(とある日の出来事……)
今日に限って寝る気がなく夜中の散歩をしていたところ、ビル街とビル街の間にある路地裏から壁にもたれて座り込んでいる人影が見え、それと共に少し鉄の匂いもしたため、何かあったのかと駆け寄ると…… その人物の体の所々から酷く血が流れていた。
その姿を見て、急いで一旦その場しのぎで応急手当をしたが……応急手当をした後に、再度よく確認するとその人物が裏組織の人間であったことに気づいた。
手当をしたのはいいものの、相手が裏組織の人間なので危ないと判断したため、相手が目を冷ます前に急いで路地裏から出て去った。
このすれ違いで意識が戻ったのか、少し目を開けたがそれでも視界のぼやけが酷かった。

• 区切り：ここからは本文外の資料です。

def single_view_calibration(store: ObjectStore, cfg: dict, P: np.ndarray, V: np.ndarray, labels: np.ndarray,
                            scales: tuple[float, ...], *, reliable: bool = True, max_objects_per_cluster: int = 64,
                            progress: Callable[[str], None] | None = None, up: np.ndarray | None = None,
                            bank: TiltBank | None = None, search=None, upright_out: np.ndarray | None = None,
                            raw_out: np.ndarray | None = None) -> tuple[np.ndarray, np.ndarray, np.ndarray]:
    """Leave-one-out distances of the store's one-frame volumes to their object's prototype: (Q,) distances
    (inf for views left out of the calibration), (Q,) clusters, and the per-cell reliability (K, R, H) of
    single views (``reliability``; ones when ``reliable`` is False).

    A single view is matched against its prototype *without its own object*: the prototype is the
    observation-weighted mean of its aligned members, P = sum w_al x_al / sum w_al with sum w_al = n V, so
    P_-i = (n V P - w_i x_i) / (n V - w_i) and V_-i = (n V - w_i) / (n - 1), where (x_i, w_i) is the object's
    fused volume aligned by its own best pose against P.  Without this, the calibration measures how well
    a prototype fits views of objects it was built from, which for small clusters (a prototype of 5
    members is one fifth each of them) is far tighter than for new objects, and the single-view score
    would call most new instances unknown.  Prototypes with one member keep the plain distance.
    With tilts, an object resting on another face (``up`` (N, 3), its up direction in the prototype frame)
    is compared with the prototype's copy resting on that face (``bank.copy_at``), the same formula applied
    in the copy's frame.
    The reliability is fitted on the residuals of the upright views at their best pose; each upright view's
    distance is then re-weighted (``reliability.reliable_distances``) by the reliability fitted *without its
    object's views*, for the same reason.  Views on another face keep the plain distance (the reliability
    lives in the canonical frame), as the matcher does for tilted matches.  With ``[mine] tolerant_residual``
    or ``[mine] score_margin_ring`` below 1 every view's distance is the one of ``viewdistance`` (views on
    another face against the copy resting on it, without reliability), the distance the matcher then scores.
    ``upright_out`` (Q,) and ``raw_out`` (Q,), when given, receive each calibrated view's face kind (canonical or
    not) and its plain pose-search distance (before the reliability or ``viewdistance`` re-weighting): the
    distance the label search ranks prototypes by (``mine.openset``'s ratio calibration uses it).
    """
    from .engine import align_to_prototype
    from .reliability import reliable_distances, residual_sums
    from .viewdistance import pair_distances
    K, _, R, _, H = P.shape
    tolerant = bool(cfg["mine"].get("tolerant_residual", False))
    rings = score_rings(cfg, R)
    mass = score_mass(cfg)
    again = tolerant or rings is not None   # views on another face are re-scored, not given the search distance
    out = np.full(len(store.single_object), np.inf)
    num, den = np.zeros((K, R, H)), np.zeros((K, R, H))
    if len(store.single_object) == 0:
        return out, np.zeros(0, int), np.ones((K, R, H))
    objs = _calibration_objects(store, labels, K, max_objects_per_cluster)
    loo = lambda: _loo_single_views(store, cfg, P, V, labels, scales, objs, up, bank, search)  # noqa: E731
    n_items = len(objs)
    if search is not None:  # the search runs once (its groups are read twice below)
        with bar(progress, "calibration face search", total=len(objs), unit="objects") as b:
            groups, last = [], -1
            for g in loo():
                groups.append(g)
                obj = int(store.single_object[g[1][0]])
                if obj != last:  # a group's views are one object's
                    b.advance(1)
                    last = obj
        loo = lambda: iter(groups)  # noqa: E731
        n_items = len(groups)

    def first(g):   # a group's distances and poses, and its residual sums for the reliability
        k, rows, xs, ws, Pk, Vk, upright = g
        pm = pose_distances(xs, ws, Pk, Vk, scales=scales)
        ok = np.isfinite(pm.D[:, 0])
        a, c = np.zeros((R, H)), np.zeros((R, H))
        if reliable and upright and ok.any():
            xa, wa = align_to_prototype(xs[ok], ws[ok], pm.yaw_deg[ok, 0], pm.scale[ok, 0])
            a, c = residual_sums(xa, wa, Pk[0], Vk[0])
        return pm, a, c

    def second(g, pose, sums):   # a group's distances re-weighted by the reliability without its object
        k, rows, xs, ws, Pk, Vk, upright = g
        (yaw, sc), (a, c) = pose, sums
        if upright:
            lam = cell_reliability((num[k] - a)[None], (den[k] - c)[None])
            return reliable_distances(xs, ws, Pk, Vk, lam, yaw, sc, tolerant=tolerant, rings=rings, mass=mass)[:, 0]
        if again and len(rows):  # another face: the same distance against the copy, no reliability
            return pair_distances(xs, ws, np.broadcast_to(Pk, (len(rows),) + Pk.shape[1:]),
                                  np.broadcast_to(Vk, (len(rows),) + Vk.shape[1:]), yaw[:, 0], sc[:, 0],
                                  tolerant=tolerant, rings=rings)
        return None

    # with the searched faces the groups are in memory: each pass runs them on the spectra pool's threads
    # (searchpool.pooled, one torch thread each) and takes their results in group order, so the sums below add up
    # in the same order as one after the other
    def each(fn, items):  # (item, fn(item)) in item order
        if search is None:
            return ((it, fn(it)) for it in items)
        items = list(items)
        return zip(items, pooled(fn, items))

    poses, own = [], []
    with bar(progress, "score calibration", total=n_items * (2 if reliable else 1), unit="groups" if search else "objects") as b:
        for (k, rows, xs, ws, Pk, Vk, upright), (pm, a, c) in each(first, loo()):
            out[rows] = pm.D[:, 0]
            if raw_out is not None:  # the pose search's own distance, before any re-weighting
                raw_out[rows] = pm.D[:, 0]
            if upright_out is not None:
                upright_out[rows] = upright
            poses.append((pm.yaw_deg, pm.scale))
            own.append((a, c))
            num[k] += a
            den[k] += c
            b.advance(1)
        if not reliable:
            return out, labels[store.single_object], np.ones((K, R, H))
        for (g, _, _), d in each(lambda t: second(*t), zip(loo(), poses, own)):
            if d is not None:
                out[g[1]] = np.where(np.isfinite(out[g[1]]), d, np.inf)
            b.advance(1)
    return out, labels[store.single_object], cell_reliability(num, den)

しかし、少しだけ……たった少しだけ……誰かが路地裏から走り去っていく人物の後ろ姿を目で追っていた。
…………ッ…………?
声を出そうにも、今意識が戻ったばかりで、あまり声を出せなかった。とりあえず周りの状況確認で手当たり次第に見渡したところ、自分の体の所々が既に手当てされていることに気づいた。
(……あぁ……なるほどな……)
何か気づいて分かったかのように少しだけ微笑んだ後、もう一度路地裏の出口を見つめながら、部下たちが助けに来るのを待った……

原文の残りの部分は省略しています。